McKeesport Area’s Smith: ‘There is no chance (of returning). None’
George Smith has a message for anyone holding out hope that he will change his mind and remain McKeesport Area’s football coach.
“I am done,” he said. “There is no chance (of returning). None.”
In an exclusive 25-minute interview with one of the most influential and successful coaches in the history of the WPIAL just 24 hours after he stunned the football community by informing McKeesport officials he wouldn’t return for a 29th year, a disappointed and frustrated Smith explained what went into his decision.
“You beat your head against the wall with them,” Smith said of the McKeesport Area School District administration. “This is just like the ‘Forrest Gump’ story when he was running and running and running and running and finally he quit running and then everybody said what’s wrong Forrest and he said, ‘I’m tired and I’m going home.'”
Smith has grown weary of administration reluctance, including the athletic committee and Superintendent Dr. Michael Brinkos, to address longtime concerns.
The issues include, but are not limited to, salary for himself, salary for his staff, upgrades to what he believes are poor facilities, salary for a weight room supervisor and offseason programs and general respect for a program he built into a national power.
“I have always been battling uphill with this thing,” Smith said. “It is sort of a relief right now. It is a relief that I don’t have to go and raise all this money for this program. I can go about my life now. It took everything out of me. All they do around here is give you lip service.”

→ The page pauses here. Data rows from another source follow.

// SweepPlot draws the sweep: each line with markers and a translucent
// band between Lo and Hi, its exact-mode level dashed and its best
// baseline dotted, in the line's colour. It returns an error for lines of
// unequal lengths, no points, or non-positive X on a log axis.
func SweepPlot(s Sweep) (*plot.Plot, error) {
	p := newPlot(s.Title, s.XLabel, s.YLabel)
	if s.LogX {
		p.X.Scale = plot.LogScale{}
		p.X.Tick.Marker = plot.LogTicks{Prec: -1}
	}
	xmin, xmax := math.Inf(1), math.Inf(-1)
	for _, l := range s.Lines {
		n := len(l.X)
		if n == 0 || len(l.Mean) != n || len(l.Lo) != n || len(l.Hi) != n {
			return nil, fmt.Errorf("results: sweep line %q: want equal, non-empty X, Mean, Lo, Hi", l.Label)
		}
		for _, x := range l.X {
			if s.LogX && !(x > 0) {
				return nil, fmt.Errorf("results: sweep line %q: x = %v on a log axis", l.Label, x)
			}
			xmin, xmax = math.Min(xmin, x), math.Max(xmax, x)
		}
	}
	if len(s.Lines) == 0 {
		return nil, errors.New("results: sweep has no lines")
	}
	if xmin == xmax {
		// One point: give the reference lines some length.
		if s.LogX {
			xmin, xmax = xmin/2, xmax*2
		} else {
			xmin, xmax = xmin-0.5, xmax+0.5
		}
	}
	for i, l := range s.Lines {
		col := lineColor(i)
		var band plotter.XYs
		for j := range l.X {
			if !math.IsNaN(l.Lo[j]) && !math.IsNaN(l.Hi[j]) {
				band = append(band, plotter.XY{X: l.X[j], Y: l.Lo[j]})
			}
		}
		for j := len(l.X) - 1; j >= 0; j-- {
			if !math.IsNaN(l.Lo[j]) && !math.IsNaN(l.Hi[j]) {
				band = append(band, plotter.XY{X: l.X[j], Y: l.Hi[j]})
			}
		}
		if len(band) >= 4 {
			poly, err := plotter.NewPolygon(band)
			if err != nil {
				return nil, fmt.Errorf("results: sweep band %q: %w", l.Label, err)
			}
			poly.Color = translucent(col, 0x40)
			poly.LineStyle.Width = 0
			p.Add(poly)
		} else if len(band) == 2 {
			// A single point: an error bar.
			bar, err := plotter.NewLine(band)
			if err != nil {
				return nil, err
			}
			bar.LineStyle.Color = translucent(col, 0x90)
			bar.LineStyle.Width = vg.Points(3)
			p.Add(bar)
		}
		pts := make(plotter.XYs, len(l.X))
		for j := range l.X {
			pts[j] = plotter.XY{X: l.X[j], Y: l.Mean[j]}
		}
		line, sc, err := plotter.NewLinePoints(pts)
		if err != nil {
			return nil, fmt.Errorf("results: sweep line %q: %w", l.Label, err)
		}
		line.LineStyle.Color = col
		line.LineStyle.Width = vg.Points(1.5)
		sc.GlyphStyle.Color = col
		sc.GlyphStyle.Radius = vg.Points(2.5)
		sc.GlyphStyle.Shape = draw.CircleGlyph{}
		p.Add(line, sc)
		p.Legend.Add(l.Label, line, sc)
		for _, ref := range []struct {
			y    float64
			dash []vg.Length
		}{{l.Exact, dashed}, {l.Baseline, dotted}} {
			if math.IsNaN(ref.y) {
				continue
			}
			h, err := plotter.NewLine(plotter.XYs{{X: xmin, Y: ref.y}, {X: xmax, Y: ref.y}})
			if err != nil {
				return nil, err
			}
			h.LineStyle.Color = col
			h.LineStyle.Width = vg.Points(1)
			h.LineStyle.Dashes = ref.dash
			p.Add(h)
		}
	}
	// Legend entries explaining the reference lines, drawn in grey.
	grey := color.NRGBA{0x55, 0x55, 0x55, 0xFF}
	for _, ref := range []struct {
		label string
		dash  []vg.Length
		has   func(SweepLine) bool
	}{
		{"exact mode (dashed)", dashed, func(l SweepLine) bool { return !math.IsNaN(l.Exact) }},
		{"best baseline (dotted)", dotted, func(l SweepLine) bool { return !math.IsNaN(l.Baseline) }},
	} {
		used := false
		for _, l := range s.Lines {
			used = used || ref.has(l)
		}
		if !used {
			continue
		}
		th := &plotter.Line{XYs: plotter.XYs{{X: 0, Y: 0}}}
		th.LineStyle = draw.LineStyle{Color: grey, Width: vg.Points(1), Dashes: ref.dash}
		p.Legend.Add(ref.label, th)
	}
	p.Legend.TextStyle.Font.Size = vg.Points(8)
	p.Add(plotter.NewGrid())
	return p, nil
}
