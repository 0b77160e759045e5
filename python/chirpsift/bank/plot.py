"""The coverage figure: fitting factor over the (m1, m2) plane."""

from __future__ import annotations

import numpy as np

from ..report.plots import PALETTE, save_png

__all__ = ["plot_coverage"]


def plot_coverage(coverage, bank, path) -> None:
    """Draw each point's fitting factor in the component-mass plane and save it as PNG.

    Parameters
    ----------
    coverage : chirpsift.bank.Coverage
        From :func:`chirpsift.bank_coverage`.
    bank : chirpsift.Bank
        The bank (its templates are drawn as small grey dots).
    path : str or os.PathLike
        PNG to write (atomically).

    Notes
    -----
    The colour scale (matplotlib's ``cividis``, designed to read the same for
    colour-blind readers and in greyscale) runs from the lowest fitting factor to 1;
    points below the minimal match are ringed, so they stand out without colour.
    """
    from matplotlib.figure import Figure

    p, ff, mm = coverage.points, coverage.fitting_factors, coverage.minimal_match
    fig = Figure(figsize=(6.4, 5.0), dpi=100)
    fig.subplots_adjust(left=0.12, right=0.97, bottom=0.11, top=0.9)
    ax = fig.add_subplot()
    ax.scatter(bank.m1, bank.m2, s=2, color="#8c8c8c", linewidths=0, label=f"templates ({len(bank)})", zorder=1)
    order = np.argsort(-ff)  # lowest on top
    lo = float(min(ff.min(), mm))
    sc = ax.scatter(p[order, 0], p[order, 1], c=ff[order], s=6, cmap="cividis", vmin=lo, vmax=1.0,
                    linewidths=0, zorder=2)
    low = ff < mm
    if low.any():
        ax.scatter(p[low, 0], p[low, 1], s=40, facecolors="none", edgecolors=PALETTE[2], linewidths=1.0, zorder=3,
                   label=f"below minimal match {mm:g} ({int(low.sum())})")
    bar = fig.colorbar(sc, ax=ax, pad=0.02)
    bar.set_label("fitting factor (fraction of optimal SNR kept)")
    s = coverage.summary
    ax.set_title(f"Bank coverage: {100 * s['fraction_covered']:.2f}% of {s['points']} points reach {mm:g}; "
                 f"0.1 percentile {s['percentile_0.1']:.4f}", fontsize=9)
    ax.set_xlabel(r"$m_1$ (solar masses, heavier)")
    ax.set_ylabel(r"$m_2$ (solar masses, lighter)")
    ax.legend(loc="upper left", fontsize=8, framealpha=0.85)
    ax.grid(True, alpha=0.3)
    save_png(fig, path)
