"""The keys that describe a bank to place, read by one function.

One table for ``chirpsift bank --config`` and for the analysis file's ``[bank]`` table.
"""

from __future__ import annotations

import difflib

from .._validate import table_number
from ..spectrum import DESIGN_CURVES
from .place import METHODS
from .region import Region

__all__ = ["PLACEMENT_KEYS", "placement_arguments"]

#: Every key of a ``[bank]`` placement table (kebab-case), with one line of help and the unit.
PLACEMENT_KEYS = {
    "m1": "component-mass range [lo, hi] of the region, Msun",
    "m2": "component-mass range [lo, hi] of the region, Msun",
    "chi1": "aligned-spin range [lo, hi] of the first component (default [0, 0])",
    "chi2": "aligned-spin range [lo, hi] of the second component (default [0, 0])",
    "mtotal": "total-mass range [lo, hi], Msun (optional cut)",
    "mass-ratio": "range [lo, hi] of m_heavier / m_lighter (optional cut)",
    "psd": "design-curve name the bank is placed for (chirpsift.DESIGN_CURVES)",
    "f-low": "lower frequency cutoff of the placement, Hz",
    "minimal-match": "minimal match (default 0.97)",
    "sample-rate": "sample rate whose Nyquist frequency the templates end at, if below ISCO, Hz (default 4096)",
    "seed": "random seed of the placement (default 0)",
    "method": "placement method: auto, lattice or stochastic (default auto)",
    "max-templates": "refuse a region whose metric estimate exceeds this many templates (default 200000)",
}


def _pair(where: str, key: str, value) -> tuple:
    if not (isinstance(value, (list, tuple)) and len(value) == 2):
        raise ValueError(f"{where}: {key} must be a [lo, hi] pair, got {value!r}")
    return tuple(table_number(where, f"{key}[{i}]", v) for i, v in enumerate(value))


def placement_arguments(table: dict, where: str, *, f_low: float | None = None) -> dict:
    """Check a placement table and return the keyword arguments of :func:`chirpsift.place_bank`.

    Parameters
    ----------
    table : dict
        Keys of :data:`PLACEMENT_KEYS` (kebab-case); ``m1``, ``m2`` and ``psd`` required,
        ``f-low`` too unless ``f_low`` gives its default.
    where : str
        Where the table came from, for messages (``"run.toml [bank]"``).
    f_low : float, optional
        Default of ``f-low`` (the analysis's search ``f-low``).

    Returns
    -------
    dict
        ``m1``, ``m2``, ``chi1``, ``chi2``, ``mtotal``, ``mass_ratio`` (as given),
        ``psd``, ``f_low``, ``minimal_match``, ``sample_rate``, ``seed``, ``method`` and,
        when given, ``max_templates``.

    Raises
    ------
    ValueError
        An unknown key (naming the nearest valid one), a missing key, or a bad value.

    Examples
    --------
    >>> from chirpsift.bank.config import placement_arguments
    >>> args = placement_arguments({"m1": [1, 3], "m2": [1, 3], "psd": "gen2-zero-detuned", "f-low": 30},
    ...                            "bank.toml [bank]")
    >>> args["m1"], args["minimal_match"]
    ((1.0, 3.0), 0.97)
    """
    for key in table:
        if key not in PLACEMENT_KEYS:
            near = difflib.get_close_matches(str(key), list(PLACEMENT_KEYS), n=1, cutoff=0.5)
            hint = f"; did you mean {near[0]!r}?" if near else f"; valid keys: {', '.join(PLACEMENT_KEYS)}"
            raise ValueError(f"{where}: unknown key {key!r}{hint}")
    missing = [k for k in ("m1", "m2", "psd") if k not in table]
    if f_low is None and "f-low" not in table:
        missing.append("f-low")
    if missing:
        raise ValueError(f"{where}: missing {', '.join(missing)} (a region to place a bank in)")
    args = {"m1": _pair(where, "m1", table["m1"]), "m2": _pair(where, "m2", table["m2"])}
    for key, name in (("chi1", "chi1"), ("chi2", "chi2"), ("mtotal", "mtotal"), ("mass-ratio", "mass_ratio")):
        if key in table:
            args[name] = _pair(where, key, table[key])
    try:
        Region(**args)
    except ValueError as exc:
        raise ValueError(f"{where}: {exc}") from None
    psd = table["psd"]
    if not isinstance(psd, str) or psd not in DESIGN_CURVES:
        near = difflib.get_close_matches(str(psd), list(DESIGN_CURVES), n=1, cutoff=0.5)
        hint = f"; did you mean {near[0]!r}?" if near else f"; the curves are {', '.join(DESIGN_CURVES)}"
        raise ValueError(f"{where}: psd {psd!r} is not a design curve{hint}")
    args["psd"] = psd
    args["f_low"] = table_number(where, "f-low", table.get("f-low", f_low), positive=True)
    mm = table_number(where, "minimal-match", table.get("minimal-match", 0.97), positive=True)
    if not mm < 1:
        raise ValueError(f"{where}: minimal-match must lie in (0, 1), got {mm!r}")
    args["minimal_match"] = mm
    args["sample_rate"] = table_number(where, "sample-rate", table.get("sample-rate", 4096.0), positive=True)
    args["seed"] = table_number(where, "seed", table.get("seed", 0), integer=True, minimum=0)
    method = table.get("method", "auto")
    if method not in METHODS:
        raise ValueError(f"{where}: method must be one of {', '.join(METHODS)}, got {method!r}")
    args["method"] = method
    if "max-templates" in table:
        args["max_templates"] = table_number(where, "max-templates", table["max-templates"], integer=True, minimum=1)
    return args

No WPIAL Class AAAA coach makes less money than Smith. He made $6,694 per year, thousands less than comparable coaches and even less than some in Class A districts. Smith is allowed to have six paid assistants at $2,900 per season with some of those being split up among the other non-paid coaches.
Unlike most schools McKeesport’s size, they don’t get compensated for offseason programs or postseason games. The school doesn’t pay for an equipment manager and boosters are responsible for essential items such as wraps and braces.
Smith recently submitted a written outline to the athletic committee detailing the things he wanted done.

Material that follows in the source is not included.